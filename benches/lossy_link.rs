//! The native link under loss and at UART speeds (adaptive
//! retransmission), all cases in one run over pseudo-terminals: mixed
//! two-byte register writes and one-byte register reads in batches of 40,
//! at the driver's defaults, the adapter served in-process by the same
//! code as `buscue serve`. Every read is checked against the value last
//! written, and the board counts executions: exactly once, or the bench
//! fails.
//!
//!   cargo bench --bench lossy_link                 # 10,000 per case (fewer where loss is slow)
//!   BUSCUE_BENCH_N=2000 cargo bench --bench lossy_link
//!
//! Cases: clean; 1 % flipped; 1 % dropped; 5 % flipped; clean at
//! `--baud 115200` and `--baud 1000000`; 1 % flipped (1,000) and 5 %
//! flipped (200) at `--baud 115200`, against the modelled bus time of the
//! same transactions at 400 kHz.

use std::sync::Arc;
use std::sync::atomic::{AtomicBool, Ordering};
use std::time::{Duration, Instant};

use buscue::adapter::Adapter;
use buscue::adapter::native::{NativeAdapter, NativeSettings};
use buscue::bus::timing::transaction_time;
use buscue::bus::{Address, BusSpeed, Operation, Transaction};
use buscue::serve::{LinkFaults, Peers, pty, serve_native};
use buscue::sim::{Bench, SimAdapter};

const BENCH: &str = r#"
format = "buscue-bench/1"
name = "lossy link benchmark"
speed = "400k"
[[device]]
name = "scratch"
model = "register"
address = 0x20
register_count = 16
"#;

const TARGET: Address = Address::Seven(0x20);

struct Case {
    name: &'static str,
    faults: LinkFaults,
    n: usize,
}

fn run(case: &Case) {
    let (master, slave, path) = pty().expect("a pseudo-terminal");
    let stop = Arc::new(AtomicBool::new(false));
    let s = stop.clone();
    let faults = case.faults.clone();
    let server = std::thread::spawn(move || {
        let sim = SimAdapter::new(Bench::from_str(BENCH, "lossy-bench").expect("bench"), false);
        let (_, server) = serve_native(sim, master, Some(slave), &faults, &s, Peers::One).expect("serve");
        server.board.adapter().bus().executions("scratch").unwrap_or(0)
    });
    let mut a = NativeAdapter::open(&path, NativeSettings::default()).expect("handshake");
    let mut regs = [0u8; 16];
    let mut txs = Vec::with_capacity(case.n);
    for i in 0..case.n {
        let r = (i / 2 % 16) as u8;
        if i % 2 == 0 {
            txs.push(Transaction::new(TARGET, vec![Operation::Write(vec![r, (i / 2) as u8])]));
        } else {
            txs.push(Transaction::new(TARGET, vec![Operation::Write(vec![r]), Operation::Read(1)]));
        }
    }
    let bus: Duration = txs.iter().map(|t| transaction_time(t, BusSpeed::FAST)).sum();
    let sent0 = a.stats.sends;
    let started = Instant::now();
    for (c, chunk) in txs.chunks(40).enumerate() {
        let outs = a.execute_batch(chunk);
        for (k, (tx, o)) in chunk.iter().zip(&outs).enumerate() {
            assert!(o.is_ok(), "{}: chunk {c} tx {k}: {o:?}", case.name);
            if let [Operation::Write(w)] = tx.ops.as_slice() {
                regs[w[0] as usize] = w[1];
            } else if let Operation::Write(w) = &tx.ops[0] {
                assert_eq!(o.read_bytes(), [regs[w[0] as usize]], "{}: read back", case.name);
            }
        }
    }
    let secs = started.elapsed().as_secs_f64();
    let c = a.link_counters().unwrap();
    let requests = a.stats.sends - sent0;
    let probes = a.stats.status_probes;
    drop(a);
    stop.store(true, Ordering::Relaxed);
    let executed = server.join().unwrap();
    assert_eq!(executed as usize, case.n, "{}: exactly once", case.name);
    let rate = case.n as f64 / secs;
    let bus_rate = case.n as f64 / bus.as_secs_f64();
    println!(
        "| {} | {} | {:.3} | {:.0} | {:.1} % | {:.3} | {} ({} timer, {} fast, {} gaps) | {} | {} | {}/{} | {:.2} ms |",
        case.name,
        case.n,
        secs,
        rate,
        100.0 * rate / bus_rate,
        requests as f64 / case.n as f64,
        c.retransmissions,
        c.timeouts,
        c.fast_resends,
        c.gaps,
        c.frames_dropped,
        probes,
        c.batch,
        c.batch_max,
        c.rto.as_secs_f64() * 1000.0
    );
}

fn main() {
    let n: usize = std::env::var("BUSCUE_BENCH_N").ok().and_then(|v| v.parse().ok()).unwrap_or(10_000);
    let f = |drop: f64, flip: f64, baud: Option<u32>| LinkFaults { drop, flip, baud, seed: 7, ..LinkFaults::default() };
    let cases = [
        Case { name: "clean", faults: f(0.0, 0.0, None), n },
        Case { name: "1 % flipped", faults: f(0.0, 0.01, None), n },
        Case { name: "1 % dropped", faults: f(0.01, 0.0, None), n },
        Case { name: "5 % flipped", faults: f(0.0, 0.05, None), n: n / 10 },
        Case { name: "clean, 115200 baud", faults: f(0.0, 0.0, Some(115_200)), n },
        Case { name: "clean, 1000000 baud", faults: f(0.0, 0.0, Some(1_000_000)), n },
        Case { name: "1 % flipped, 115200 baud", faults: f(0.0, 0.01, Some(115_200)), n: n / 10 },
        Case { name: "5 % flipped, 115200 baud", faults: f(0.0, 0.05, Some(115_200)), n: n / 50 },
    ];
    println!(
        "| case | transactions | seconds | transactions/s | of the 400 kHz bus rate | request frames/tx | retransmissions (timer, fast, gaps) | frames dropped | status probes | batch at end | RTO at end |"
    );
    println!("|---|---:|---:|---:|---:|---:|---:|---:|---:|---:|---:|");
    // BUSCUE_BENCH_CASES=flip,115200 runs only the cases whose name has one of the words.
    let only = std::env::var("BUSCUE_BENCH_CASES").unwrap_or_default();
    let words: Vec<&str> = only.split(',').filter(|w| !w.is_empty()).collect();
    for c in cases.iter().filter(|c| words.is_empty() || words.iter().any(|w| c.name.contains(w))) {
        run(c);
    }
}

== EXERCISE DESCRIPTION ==
Exactly as written above, copy every line.

== ANSWER TO THE EXERCISE ==
filename benches/lossy_link.rs
//! The native link under loss and at UART speeds (adaptive
//! retransmission), all cases in one run over pseudo-terminals: mixed
//! two-byte register writes and one-byte register reads in batches of 40,
//! at the driver's defaults, the adapter served in-process by the same
//! code as `buscue serve`. Every read is checked against the value last
//! written, and the board counts executions: exactly once, or the bench
//! fails.
//!
//!   cargo bench --bench lossy_link                 # 10,000 per case (fewer where loss is slow)
//!   BUSCUE_BENCH_N=2000 cargo bench --bench lossy_link
//!
//! Cases: clean; 1 % flipped; 1 % dropped; 5 % flipped; clean at
//! `--baud 115200` and `--baud 1000000`; 1 % flipped (1,000) and 5 %
//! flipped (200) at `--baud 115200`, against the modelled bus time of the
//! same transactions at 400 kHz.

use std::sync::Arc;
use std::sync::atomic::{AtomicBool, Ordering};
use std::time::{Duration, Instant};

use buscue::adapter::Adapter;
use buscue::adapter::native::{NativeAdapter, NativeSettings};
use buscue::bus::timing::transaction_time;
use buscue::bus::{Address, BusSpeed, Operation, Transaction};
use buscue::serve::{LinkFaults, Peers, pty, serve_native};
use buscue::sim::{Bench, SimAdapter};

const BENCH: &str = r#"
format = "buscue-bench/1"
name = "lossy link benchmark"
speed = "400k"
[[device]]
name = "scratch"
model = "register"
address = 0x20
register_count = 16
"#;

const TARGET: Address = Address::Seven(0x20);

struct Case {
    name: &'static str,
    faults: LinkFaults,
    n: usize,
}

fn run(case: &Case) {
    let (master, slave, path) = pty().expect("a pseudo-terminal");
    let stop = Arc::new(AtomicBool::new(false));
    let s = stop.clone();
    let faults = case.faults.clone();
    let server = std::thread::spawn(move || {
        let sim = SimAdapter::new(Bench::from_str(BENCH, "lossy-bench").expect("bench"), false);
        let (_, server) = serve_native(sim, master, Some(slave), &faults, &s, Peers::One).expect("serve");
        server.board.adapter().bus().executions("scratch").unwrap_or(0)
    });
    let mut a = NativeAdapter::open(&path, NativeSettings::default()).expect("handshake");
    let mut regs = [0u8; 16];
    let mut txs = Vec::with_capacity(case.n);
    for i in 0..case.n {
        let r = (i / 2 % 16) as u8;
        if i % 2 == 0 {
            txs.push(Transaction::new(TARGET, vec![Operation::Write(vec![r, (i / 2) as u8])]));
        } else {
            txs.push(Transaction::new(TARGET, vec![Operation::Write(vec![r]), Operation::Read(1)]));
        }
    }
    let bus: Duration = txs.iter().map(|t| transaction_time(t, BusSpeed::FAST)).sum();
    let sent0 = a.stats.sends;
    let started = Instant::now();
    for (c, chunk) in txs.chunks(40).enumerate() {
        let outs = a.execute_batch(chunk);
        for (k, (tx, o)) in chunk.iter().zip(&outs).enumerate() {
            assert!(o.is_ok(), "{}: chunk {c} tx {k}: {o:?}", case.name);
            if let [Operation::Write(w)] = tx.ops.as_slice() {
                regs[w[0] as usize] = w[1];
            } else if let Operation::Write(w) = &tx.ops[0] {
                assert_eq!(o.read_bytes(), [regs[w[0] as usize]], "{}: read back", case.name);
            }
        }
    }
    let secs = started.elapsed().as_secs_f64();
    let c = a.link_counters().unwrap();
    let requests = a.stats.sends - sent0;
    let probes = a.stats.status_probes;
    drop(a);
    stop.store(true, Ordering::Relaxed);
    let executed = server.join().unwrap();
    assert_eq!(executed as usize, case.n, "{}: exactly once", case.name);
    let rate = case.n as f64 / secs;
    let bus_rate = case.n as f64 / bus.as_secs_f64();
    println!(
        "| {} | {} | {:.3} | {:.0} | {:.1} % | {:.3} | {} ({} timer, {} fast, {} gaps) | {} | {} | {}/{} | {:.2} ms |",
        case.name,
        case.n,
        secs,
        rate,
        100.0 * rate / bus_rate,
        requests as f64 / case.n as f64,
        c.retransmissions,
        c.timeouts,
        c.fast_resends,
        c.gaps,
        c.frames_dropped,
        probes,
        c.batch,
        c.batch_max,
        c.rto.as_secs_f64() * 1000.0
    );
}

fn main() {
    let n: usize = std::env::var("BUSCUE_BENCH_N").ok().and_then(|v| v.parse().ok()).unwrap_or(10_000);
    let f = |drop: f64, flip: f64, baud: Option<u32>| LinkFaults { drop, flip, baud, seed: 7, ..LinkFaults::default() };
    let cases = [
        Case { name: "clean", faults: f(0.0, 0.0, None), n },
        Case { name: "1 % flipped", faults: f(0.0, 0.01, None), n },
        Case { name: "1 % dropped", faults: f(0.01, 0.0, None), n },
        Case { name: "5 % flipped", faults: f(0.0, 0.05, None), n: n / 10 },
        Case { name: "clean, 115200 baud", faults: f(0.0, 0.0, Some(115_200)), n },
        Case { name: "clean, 1000000 baud", faults: f(0.0, 0.0, Some(1_000_000)), n },
        Case { name: "1 % flipped, 115200 baud", faults: f(0.0, 0.01, Some(115_200)), n: n / 10 },
        Case { name: "5 % flipped, 115200 baud", faults: f(0.0, 0.05, Some(115_200)), n: n / 50 },
    ];
    println!(
        "| case | transactions | seconds | transactions/s | of the 400 kHz bus rate | request frames/tx | retransmissions (timer, fast, gaps) | frames dropped | status probes | batch at end | RTO at end |"
    );
    println!("|---|---:|---:|---:|---:|---:|---:|---:|---:|---:|---:|");
    // BUSCUE_BENCH_CASES=flip,115200 runs only the cases whose name has one of the words.
    let only = std::env::var("BUSCUE_BENCH_CASES").unwrap_or_default();
    let words: Vec<&str> = only.split(',').filter(|w| !w.is_empty()).collect();
    for c in cases.iter().filter(|c| words.is_empty() || words.iter().any(|w| c.name.contains(w))) {
        run(c);
    }
}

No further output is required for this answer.